2. The optical head device as set forth in claim 1, wherein:

the depolarizing element has a birefringent layer comprised of a birefringent material; and

at least one of a phase difference and an optic axis is different in accordance with a position on a surface of the depolarizing element, so that a polarized state of the returned light transmitted through the depolarizing element is changed in accordance with a position on the surface of the depolarizing element on which the returned light is incident.

3. The optical head device as set forth in claim 1, wherein:

the depolarizing element is configured such that the degree of polarization of the returned light is made to be 0.5 or less.
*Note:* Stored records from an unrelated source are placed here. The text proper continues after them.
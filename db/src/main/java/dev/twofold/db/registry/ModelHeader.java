package dev.twofold.db.registry;

import java.time.Instant;

/**
 * One row of the model registry without its factors.
 *
 * @param id          model version id, increasing
 * @param status      {@code training}, {@code candidate}, {@code active}, {@code rejected}, {@code failed}, {@code retired}
 * @param rank        factor rank k
 * @param coupling    how trust was coupled: {@code shared}, {@code neighbour} or {@code none}
 * @param lambda      weighted-λ regularisation used in training (the service reuses it for fold-in)
 * @param trustWeight weight of the trust term (τ for shared factors, β for neighbour regularisation)
 * @param trustAlpha  confidence α of an observed trust edge (weight 1+α·w) for shared factors
 * @param scaleMin    lowest rating on the scale; predictions are clamped to it
 * @param scaleMax    highest rating on the scale
 * @param globalMean  μ
 * @param numUsers    user index space at training time (user indices are {@code 0..numUsers-1})
 * @param numItems    item index space at training time
 * @param paramsJson  all training parameters as a JSON object
 * @param metricsJson held-out metrics and baselines as a JSON object ({@code {}} until evaluated)
 * @param countsJson  data counts as a JSON object
 * @param reason      why the model has its status (rejection or failure reason), or null
 */
public record ModelHeader(
        long id,
        String status,
        int rank,
        String coupling,
        float lambda,
        float trustWeight,
        float trustAlpha,
        float scaleMin,
        float scaleMax,
        float globalMean,
        int numUsers,
        int numItems,
        Instant createdAt,
        Instant finishedAt,
        String paramsJson,
        String metricsJson,
        String countsJson,
        String reason) {
}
4. The optical head device as set forth in claim 2, wherein:

a region of the birefringent layer to be situated within a light flux of the light incident on the depolarizing element is divided into a plurality of areas such that polarized states of light transmitting through adjacent ones of the areas are made different from each other.

5. The optical head device as set forth in claim 4, wherein the region is radially divided so that the areas are arranged around an optical axis of the optical path as a center, such that the polarized states of light transmitting through the areas become identical at a cycle of 360/j degrees in a circumferential direction as to the optical axis (j is an integer of 2 or more).

6. The optical head device as set forth in claim 4, wherein:

the region is divided so that the areas are arranged concentrically with an optical axis of the optical path as a center.

7. The optical head device as set forth in claim 4, wherein:

a relationship (1) is satisfied when the polarized states of the light transmitting through the adjacent ones of the areas are respectively represented as (1, S10, S20, S30) and (1, S11, S21, S31) by using a normalized Stokes parameter (S0k=1, S1k, S2k, S3k): 0<(S10−S11)2+(S20−S21)2+(S30−S31)2≦3  (1).

8. The optical head device as set forth in claim 4, wherein:

a relationship (2) is satisfied when the polarized states of the light transmitting through ones of the areas which are shifted from each other by approximately 90 degrees in a circumferential direction as to the optical axis are respectively represented as (1, S13, S23, S33) and (1, S14, S24, S34) by using a normalized Stokes parameter (S0k=1, S1k, S2k, S3k): 2≦(S13−S14)2+(S23−S24)2+(S33−S34)2≦4  (2).

9. The optical head device as set forth in claim 4, wherein:

an interval between centers of the areas falls within a range from 30 μm to 3 mm; and

optic axes in each of the areas are directed radially or concentrically.

10. The optical head device as set forth in claim 4, wherein:

the phase difference in the birefringent layer is constant; and

the optic axis of the birefringent layer is directed radially or concentrically with respect to an optical axis of the optical path as a center.

11. The optical head device as set forth in claim 4, wherein:

a phase difference of the birefringent layer is an odd multiple of one-half of a wavelength of the returned light incident on the depolarizing element.

12. The optical head device as set forth in claim 5, wherein:

the birefringent layer is divided into 4 areas each of which has an area corresponding to 90 degrees in the circumferential direction of the birefringent layer; and

optic axes of adjacent ones of the areas are angled by 90 degrees from each other, and angled by 45 degrees from a polarized direction of the returned light incident on the depolarizing element.

13. The optical head device as set forth in claim 4, wherein:

the region is divided into a first area arranged concentrically with an optical axis of the optical path, and a second area which is an area other than the first area.

14. The optical head device as set forth in claim 4, wherein:

the region is divided into a first area and a second area which are arranged symmetrically with an optical axis of the optical path, and a third area which is an area other than the first area and the second area.